USC Suggests Economical Use of Graphene Photovoltaics
Can you imagine people powering their cell phone or music/video device while jogging under the sun?
A University of Southern California research team has produced flexible transparent carbon atom films that may have great potential for a brand new variety of solar cells.
In a paper recently published by the journal ACS Nano, researchers stated that organic photovoltaic (OPV) cells have been proposed as a method to achieve affordable energy due to their ease of manufacture, light weight, and compatibility with flexible substrates.
The new work indicates that graphene, a highly conductive and highly transparent type of carbon consisting of atoms-thick sheets of carbon atoms, has high potential to fill this role.
While graphene's existence has been known for many years, it has only been studied extensively since 2004 because of the difficulty of manufacturing it in high quality and quantity.
The University of southern California team has produced graphene/polymer sheets ranging in sizes approximately 150 square centimeters that in turn can be used to create dense arrays of flexible organic photovoltaic (OPV) cells.
These organic photovoltaic (OPV) devices convert solar radiation to electricity, but not as efficiently as silicon cells.
The power provided by sunlight on a sunny day is around 1,000 watts per meter square, for every 1,000 watts of sunlight that hits a square meter area of the standard silicon solar cell, 14 watts of electricity will be generated, Organic solar cells are less efficient; their conversion rate for that same 1,000 watts of sunlight in the graphene-based solar cell would be only 1.3 watts.
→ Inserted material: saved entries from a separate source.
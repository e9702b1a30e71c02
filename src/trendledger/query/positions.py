"""Where in the user's text something was refused: line and column for one-line errors.

Shared by every check of :mod:`trendledger.query.guard`; it decides nothing.
"""

from __future__ import annotations

import re

from sqlglot import exp
from sqlglot.tokens import Token

#: DuckDB's serialised tree marks an unknown position with the largest unsigned integer
_UNKNOWN_LOCATION = 2**64 - 1


def error_position(error: BaseException) -> tuple[int | None, int | None]:
    """Line and column from a sqlglot ParseError, when it has them."""
    details = getattr(error, "errors", None)
    if isinstance(details, list) and details and isinstance(details[0], dict):
        line, column = details[0].get("line"), details[0].get("col")
        if isinstance(line, int) and isinstance(column, int):
            return line, column
    return None, None


def node_position(
    node: exp.Expr | None, sql: str | None = None, needle: str | None = None
) -> tuple[int | None, int | None]:
    """Best-effort line and column of a node: from sqlglot's metadata, else by searching."""
    if node is not None:
        for candidate in node.walk():
            meta = getattr(candidate, "_meta", None) or {}
            line, column = meta.get("line"), meta.get("col")
            if isinstance(line, int) and isinstance(column, int):
                start = column - len(candidate.name) + 1 if candidate.name else column
                return line, max(1, start)
    if sql and needle:
        found = re.search(re.escape(needle), sql, flags=re.IGNORECASE)
        if found:
            return offset_position(sql, found.start())
    return None, None


def offset_position(sql: str, offset: object) -> tuple[int | None, int | None]:
    """Turn a 0-based character offset into a 1-based line and column."""
    if not isinstance(offset, int) or offset < 0 or offset >= _UNKNOWN_LOCATION:
        return None, None
    if offset > len(sql):
        return None, None
    before = sql[:offset]
    line = before.count("\n") + 1
    column = offset - (before.rfind("\n") + 1) + 1
    return line, column

def token_column(token: Token) -> int:
    """1-based column where ``token`` starts (sqlglot records where it ends)."""
    return max(1, token.col - len(token.text) + 1)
But what graphene organic photovoltaic (OPV) lack in efficiency, can potentially be compensated by its lower price and, greater physical flexibility.
Researchers think it may eventually be possible to cover with inexpensive solar cell layers extensive areas like newspapers, magazines or power generating clothing.
In the meanwhile Prof. Ruoff and his colleagues of the mechanical engineering department at the University of Texas at Austin, are studying the basic science in the development of graphene-based ultracapacitors for usage in electronics and various fields.
Prof. Ruoff says batteries are relatively slow, they can store energy but require sometime to charge up, and then they distribute energy slowly, over time.
Ultracapacitors can be charged very quickly, within seconds, and discharge in a short time, but, right now, they're not able to store very much electrical energy.
The introduction of stable and cheaper ultracapacitors could be a key step in using wind or solar-generated power, especially if researchers can discover methods to enable capacitors to store energy longer, that is not yet possible.
Even with their current storage capacity, the graphene devices could provide quick energy when needed in certain situations on the eco-friendly way.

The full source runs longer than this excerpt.